The response has to be every entry, printed word for word.
[Supplied records — start]
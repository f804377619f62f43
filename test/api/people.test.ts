import assert from 'node:assert/strict';
import { randomUUID } from 'node:crypto';
import { after, before, describe, test } from 'node:test';
import bcrypt from 'bcryptjs';
import request from 'supertest';
import { createApp } from '../../api/app';
import { createLogger } from '../../api/lib/logger';
import { RefreshToken } from '../../api/modules/auth/model';
import { OutboxMessage } from '../../api/modules/mail/model';
import { Outbox } from '../../api/modules/mail/outbox';
import { Invitation, NO_PASSWORD, RoleAssignment, User } from '../../api/modules/people/model';
import type { Person } from '../../api/modules/people/repository';
import { hashInvitationToken } from '../../api/modules/people/service';
import { AuditEvent } from '../../api/modules/signoff/model';
import { db, expectProblem, makePerson, ownThrottles, signIn, testConfig } from '../support/api';
import { readMailbox, tokenFrom, waitFor } from '../support/mail';

const PUBLIC_URL = 'https://setwright.brackenford-works.example';
const silent = createLogger('silent');
// Delivered to the test run's own SMTP stand-in, through a queue of this file's own.
const settings = { MAIL_QUEUE: `people-test-${randomUUID().slice(0, 8)}`, MAIL_POLL_SECONDS: '0.5', MAIL_RETRY_DELAY_SECONDS: '1', PUBLIC_URL };
const mailFolder = process.env['MAIL_STAND_IN_DIR']!;
const outbox = new Outbox(db(), testConfig(settings), silent);
const peopleApp = (overrides: Record<string, string> = {}) => {
  const config = testConfig({ ...settings, ...overrides });
  return createApp({ config, sequelize: db(), logger: silent, outbox, throttleNamespace: ownThrottles() });
};
const app = peopleApp();

let admin: Person, otherAdmin: Person, trainee: Person, competent: Person, auditor: Person;
const tokens: Record<string, string> = {};
const as = (who: string) => ({ authorization: `Bearer ${tokens[who]}` });
const uniqueEmail = (who: string) => `${who}.${randomUUID().slice(0, 8)}@tests.example`;
const NEW_PASSWORD = 'band saw blade 27 x 0.9';

/** The one invitation e-mail the stand-in received for this address. */
async function invitationMail(email: string) {
  const mail = await waitFor(`the invitation to ${email}`, async () => {
    const found = (await readMailbox(mailFolder)).filter((m) => m.to.includes(email));
    return found.length ? found : null;
  });
  assert.equal(mail.length, 1, 'exactly one invitation');
  return mail[0]!;
}

async function invite(email: string, roles = ['trainee'], displayName = 'Invited Person') {
  return request(app).post('/api/people').set(as('admin')).send({ email, displayName, roles });
}

before(async () => {
  db();
  admin = await makePerson(['workshop_admin'], 'People Admin');
  otherAdmin = await makePerson(['workshop_admin', 'competent_person'], 'People Second Admin');
  trainee = await makePerson(['trainee'], 'People Trainee');
  competent = await makePerson(['competent_person'], 'People Competent');
  auditor = await makePerson(['auditor'], 'People Auditor');
  for (const [name, p] of Object.entries({ admin, otherAdmin, trainee, competent, auditor })) tokens[name] = (await signIn(app, p.email)).token;
  await outbox.start();
});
[Supplied records — finish]
■ Exercise solution
repository f804377619f62f43
filename test/api/people.test.ts
import assert from 'node:assert/strict';
import { randomUUID } from 'node:crypto';
import { after, before, describe, test } from 'node:test';
import bcrypt from 'bcryptjs';
import request from 'supertest';
import { createApp } from '../../api/app';
import { createLogger } from '../../api/lib/logger';
import { RefreshToken } from '../../api/modules/auth/model';
import { OutboxMessage } from '../../api/modules/mail/model';
import { Outbox } from '../../api/modules/mail/outbox';
import { Invitation, NO_PASSWORD, RoleAssignment, User } from '../../api/modules/people/model';
import type { Person } from '../../api/modules/people/repository';
import { hashInvitationToken } from '../../api/modules/people/service';
import { AuditEvent } from '../../api/modules/signoff/model';
import { db, expectProblem, makePerson, ownThrottles, signIn, testConfig } from '../support/api';
import { readMailbox, tokenFrom, waitFor } from '../support/mail';

const PUBLIC_URL = 'https://setwright.brackenford-works.example';
const silent = createLogger('silent');
// Delivered to the test run's own SMTP stand-in, through a queue of this file's own.
const settings = { MAIL_QUEUE: `people-test-${randomUUID().slice(0, 8)}`, MAIL_POLL_SECONDS: '0.5', MAIL_RETRY_DELAY_SECONDS: '1', PUBLIC_URL };
const mailFolder = process.env['MAIL_STAND_IN_DIR']!;
const outbox = new Outbox(db(), testConfig(settings), silent);
const peopleApp = (overrides: Record<string, string> = {}) => {
  const config = testConfig({ ...settings, ...overrides });
  return createApp({ config, sequelize: db(), logger: silent, outbox, throttleNamespace: ownThrottles() });
};
const app = peopleApp();

let admin: Person, otherAdmin: Person, trainee: Person, competent: Person, auditor: Person;
const tokens: Record<string, string> = {};
const as = (who: string) => ({ authorization: `Bearer ${tokens[who]}` });
const uniqueEmail = (who: string) => `${who}.${randomUUID().slice(0, 8)}@tests.example`;
const NEW_PASSWORD = 'band saw blade 27 x 0.9';

/** The one invitation e-mail the stand-in received for this address. */
async function invitationMail(email: string) {
  const mail = await waitFor(`the invitation to ${email}`, async () => {
    const found = (await readMailbox(mailFolder)).filter((m) => m.to.includes(email));
    return found.length ? found : null;
  });
  assert.equal(mail.length, 1, 'exactly one invitation');
  return mail[0]!;
}

async function invite(email: string, roles = ['trainee'], displayName = 'Invited Person') {
  return request(app).post('/api/people').set(as('admin')).send({ email, displayName, roles });
}

before(async () => {
  db();
  admin = await makePerson(['workshop_admin'], 'People Admin');
  otherAdmin = await makePerson(['workshop_admin', 'competent_person'], 'People Second Admin');
  trainee = await makePerson(['trainee'], 'People Trainee');
  competent = await makePerson(['competent_person'], 'People Competent');
  auditor = await makePerson(['auditor'], 'People Auditor');
  for (const [name, p] of Object.entries({ admin, otherAdmin, trainee, competent, auditor })) tokens[name] = (await signIn(app, p.email)).token;
  await outbox.start();
});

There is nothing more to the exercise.